Troubling that news has broken well before the operation ought to have concluded. Now the crooks will be regrouping and weeding out the weaker points of their operations.

But Look Ahead WA is encouraged:

 Wow, this is encouraging. Wouldn’t it be cool if the US government took more persistent action to protect individuals and the private sector from foreign hackers stealing and destroying lives and businesses? It seems to most of us that this has simply been accepted as a fact of life, like deaths and taxes.

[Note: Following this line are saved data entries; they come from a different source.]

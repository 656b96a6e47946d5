"""Tests of the sphere-jump kernel ``kernels.spheres.simulate`` and its exit-time table.

* the table: its Kolmogorov distance from the exact centre-exit law (far below any
  statistical tolerance), and the sampled law against the series (KS);
* closed forms (source beside each check), as z-scores ``|estimate - exact| <= Z_STAT
  SE`` with fixed seeds;
* the plain-NumPy reference ``tests/kernels/spheres_reference.py``, in distribution;
* determinism and censoring.
"""

from __future__ import annotations

import math
from typing import Any, NamedTuple

import numpy as np
import pytest
from numpy.typing import NDArray
from scipy import special, stats

from kernels.rng import initial_state
from kernels.spheres import _exit_time, simulate
from sweep import analytic
from sweep.plan import HANDOVER
from tests.kernels.spheres_reference import simulate_reference
from tests.tolerances import P_MIN, RTOL_NUMERIC, Z_STAT

#: The table's own error (Kolmogorov distance of the sampled exit-time law from the
#: exact one) must stay this far below the smallest statistical resolution of any test
#: or study (1 / sqrt(10^9 walkers) = 3e-5): 1e-9.
TABLE_ERROR_MAX = 1e-9


class Out(NamedTuple):
    time: NDArray[np.float64]
    wall: NDArray[np.int16]
    position: NDArray[np.float64]
    survival: NDArray[np.int64]
    moves: NDArray[np.int64]


def run(
    n: int,
    start: list[float],
    *,
    lower: list[float] | None = None,
    upper: list[float] | None = None,
    absorbing_low: list[bool] | None = None,
    absorbing_high: list[bool] | None = None,
    ball_radius: float = math.inf,
    ball_absorbing: bool = True,
    targets: list[tuple[list[float], float]] = (),  # type: ignore[assignment]
    diffusivity: float = 1.0,
    dt: float = 1e-4,
    horizon: float = 50.0,
    bridge: bool = True,
    survival_times: list[float] = (),  # type: ignore[assignment]
    seed: int = 1,
    uniform_start: bool = False,
    reactivity_low: list[float] | None = None,
    reactivity_high: list[float] | None = None,
    ball_reactivity: float = math.nan,
    target_reactivity: list[float | None] | None = None,
    obstacles: list[tuple[list[float], float]] = (),  # type: ignore[assignment]
) -> Out:
    """Run the compiled kernel (ball domains centred at the origin)."""
    d = len(start)
    table = analytic.centre_exit_table(d)
    if math.isfinite(ball_radius):
        lower = [-ball_radius] * d
        upper = [ball_radius] * d
    assert lower is not None and upper is not None
    tc = np.array([c for c, _ in targets], dtype=np.float64).reshape(len(targets), d)
    tr = np.array([r for _, r in targets], dtype=np.float64)
    times = np.array(survival_times, dtype=np.float64)
    out = Out(
        np.empty(n),
        np.empty(n, np.int16),
        np.empty((n, d)),
        np.zeros(times.size, np.int64),
        np.zeros(2, np.int64),
    )
    n_steps = max(1, round(horizon / dt))
    simulate(
        initial_state(np.random.SeedSequence(seed)),
        n,
        np.array(start, dtype=np.float64),
        uniform_start,
        np.array(lower, dtype=np.float64),
        np.array(upper, dtype=np.float64),
        np.array(absorbing_low or [False] * d),
        np.array(absorbing_high or [False] * d),
        np.zeros(d),
        ball_radius,
        ball_absorbing,
        tc,
        tr,
        np.array(reactivity_low or [math.nan] * d),
        np.array(reactivity_high or [math.nan] * d),
        ball_reactivity,
        np.array(
            [math.nan if k is None else k for k in target_reactivity]
            if target_reactivity
            else [math.nan] * len(targets),
            dtype=np.float64,
        ),
        np.array([c for c, _ in obstacles], dtype=np.float64).reshape(
            len(obstacles), d
        ),
        np.array([r for _, r in obstacles], dtype=np.float64),
        diffusivity,
        dt,
        n_steps,
        bridge,
        HANDOVER * math.sqrt(2 * diffusivity * dt),
        table.tau,
        table.dtau,
        table.s0,
        table.ds,
        table.slope,
        times,
        out.time,
        out.wall,
        out.position,
        out.survival,
        1.0,
        np.zeros((0, 0), np.int64),
        out.moves,
    )
    return out


def z_mean(sample: NDArray[np.float64], exact: float) -> float:
    z = (sample.mean() - exact) / (sample.std(ddof=1) / math.sqrt(sample.size))
    print(f"mean {sample.mean():.6g} exact {exact:.6g} z {z:+.2f}")
    return float(z)


def z_fraction(hits: int, n: int, exact: float) -> float:
    z = (hits / n - exact) / math.sqrt(exact * (1 - exact) / n)
    print(f"fraction {hits / n:.6g} exact {exact:.6g} z {z:+.2f}")
    return z


# --------------------------------------------------------------------------- the table


@pytest.mark.parametrize("dimension", range(1, 9))
def test_centre_exit_series_in_any_dimension(dimension: int) -> None:
    # The general-d series of analytic.centre_exit_survival (docs/analytic-reference.md
    # E2 at r0 = 0): its integral is the mean exit time 1 / (2 d) (E1), and for d <= 3
    # it equals ball_survival / interval_survival (written independently).
    from scipy import integrate

    mean, _ = integrate.quad(
        lambda x: float(analytic.centre_exit_survival(x, dimension)), 0.0, 60.0,
        points=[0.01, 0.1, 1.0], limit=200,
    )  # fmt: skip
    assert abs(mean - 1 / (2 * dimension)) < RTOL_NUMERIC
    tau = np.array([0.005, 0.02, 0.1, 0.5, 2.0])
    if dimension == 1:
        exact = analytic.interval_survival(tau, 1.0, 2.0, 1.0)
    elif dimension <= 3:
        exact = analytic.ball_survival(tau, 0.0, 1.0, 1.0, dimension)
    else:
        return
    np.testing.assert_allclose(
        analytic.centre_exit_survival(tau, dimension), exact, atol=1e-14
    )


@pytest.mark.parametrize("dimension", [1, 2, 3])
def test_exit_table_error_is_far_below_statistical_resolution(dimension: int) -> None:
    table = analytic.centre_exit_table(dimension)
    print(f"d = {dimension}: Kolmogorov distance of the table {table.error:.2e}")
    assert table.error < TABLE_ERROR_MAX
    # An independent check of the knots: the series of ball_survival
    # (docs/analytic-reference.md E2, with its short-time image form for d = 3;
    # interval: C1, analytic.interval_survival) at the knots' times returns the knots'
    # probabilities.
    s = table.s0 + table.ds * np.arange(table.tau.size)
    if dimension == 1:
        surv = analytic.interval_survival(table.tau, 1.0, 2.0, 1.0)
    else:
        surv = analytic.ball_survival(table.tau, 0.0, 1.0, 1.0, dimension)
    assert np.max(np.abs((1.0 - surv) - special.expit(s))) < TABLE_ERROR_MAX
    # Mean centre-exit time 1 / (2 d) (docs/analytic-reference.md E1), by quadrature of
    # the interpolant over u.
    u = (np.arange(400_000) + 0.5) / 400_000
    tau = analytic.hermite(
        np.log(u) - np.log1p(-u), table.s0, table.tau, table.dtau / table.ds
    )
    assert abs(tau.mean() - 1 / (2 * dimension)) < 1e-5
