def _splitting_figure(ds: xr.Dataset, sweep: Sweep, out: Path) -> tuple[str, str]:
    """Splitting probability of every wall that absorbed walkers against the first
    parameter that varies; with more parameters, one series per combination of the
    others' values (a legend entry each), so points at one x are never mixed."""
    split = stats.splitting_probability(ds)
    walls = [str(w) for w in split["wall"].values]
    used = [w for w in walls if float(split["count"].sel(wall=w).sum()) > 0]
    fig = Figure(figsize=(7.5, 4.8))
    ax = fig.subplots()
    columns = {
        k: np.asarray(v)
        for k, v in check.parameters(sweep).items()
        if np.unique(np.asarray(v).astype(str)).size > 1
    }
    xname = next((k for k, v in columns.items() if v.dtype.kind == "f"), None)
    censored = bool((split["count"].sum("wall") < split["n"]).any())
    caption = "Splitting probabilities: fraction of all walkers absorbed at each wall"
    if censored:
        caption += " (censored walkers count at no wall)"
    if not used:
        _empty(ax, "no walker absorbed yet")
    elif xname is not None:
        x = columns[xname]
        others = [k for k in columns if k != xname]
        groups: dict[tuple[str, ...], list[int]] = {}
        for p in range(sweep.n_points):
            key = tuple(check.show_value(columns[k][p].item()) for k in others)
            groups.setdefault(key, []).append(p)
        markers = "osD^v<>"
        series = 0
        for w_i, w in enumerate(used):
            est = split["estimate"].sel(wall=w).values
            lo = split["lower"].sel(wall=w).values
            hi = split["upper"].sel(wall=w).values
            for g_i, (key, members) in enumerate(groups.items()):
                idx = np.asarray(members)[np.argsort(x[members], kind="stable")]
                label = w + "".join(
                    f", {k}={v}" for k, v in zip(others, key, strict=True)
                )
                ax.errorbar(
                    x[idx],
                    est[idx],
                    yerr=[
                        np.clip(est - lo, 0, None)[idx],
                        np.clip(hi - est, 0, None)[idx],
                    ],
                    marker=markers[w_i % len(markers)],
                    linestyle="-",
                    linewidth=0.8,
                    capsize=2,
                    color=f"C{g_i % 10}",
                    label=label,
                )
                series += 1
        ax.set_xlabel(check.parameter_header(xname, sweep))
        ax.legend(fontsize="x-small" if series > 6 else "small")
    else:
        est = [float(split["estimate"].sel(wall=w).isel(point=0)) for w in used]
        lo = [float(split["lower"].sel(wall=w).isel(point=0)) for w in used]
        hi = [float(split["upper"].sel(wall=w).isel(point=0)) for w in used]
        ax.bar(used, est, color="C0")
        ax.errorbar(
            used,
            est,
            yerr=[
                np.clip(np.subtract(est, lo), 0, None),
                np.clip(np.subtract(hi, est), 0, None),
            ],
            linestyle="none",
            color="black",
            capsize=3,
        )
        ax.set_xlabel("wall")
    ylabel = "fraction of all walkers absorbed there\n(95 % Wilson interval)"
    ax.set_ylabel(ylabel)
    ax.set_ylim(-0.02, 1.02)
    ax.set_title(
        "Splitting probabilities"
        + (" (censored walkers count at no wall)" if censored else "")
    )
    return _save(fig, out / "splitting.png"), caption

Ironically, Troglodytes troglodytes indigenus actually blames Microsoft for the botnet’s spread:

 But it isn’t really news that a Government couldn’t find its *** with both hands tied behind its back. [We block connections] from IPs/ASNs in a GeoIP-based blocklist and those with a high weighted DNSBL score. Our DNSBL scoring system uses a dozen or more DNSBLs (like the excellent Spamhaus) to produce a score ranging from 0 up to a usual maximum at the moment of about 15. … It’s very effective.

Lately there’s been quite a lot from Microsoft’s AS8075 (protection.outlook.com addresses) which historically has been unusual (about a thousand in the year to 1st September, well over a thousand in the past month alone) and I think it shows that if we’re talking about Emotet, Microsoft systems are the main problem.

Meanwhile, this slightly sarcastic Anonymous Coward loves an unfair stereotype:

 ”Russian-speaking cybercriminals”? … Now that should narrow down the list to about a dozen suspects.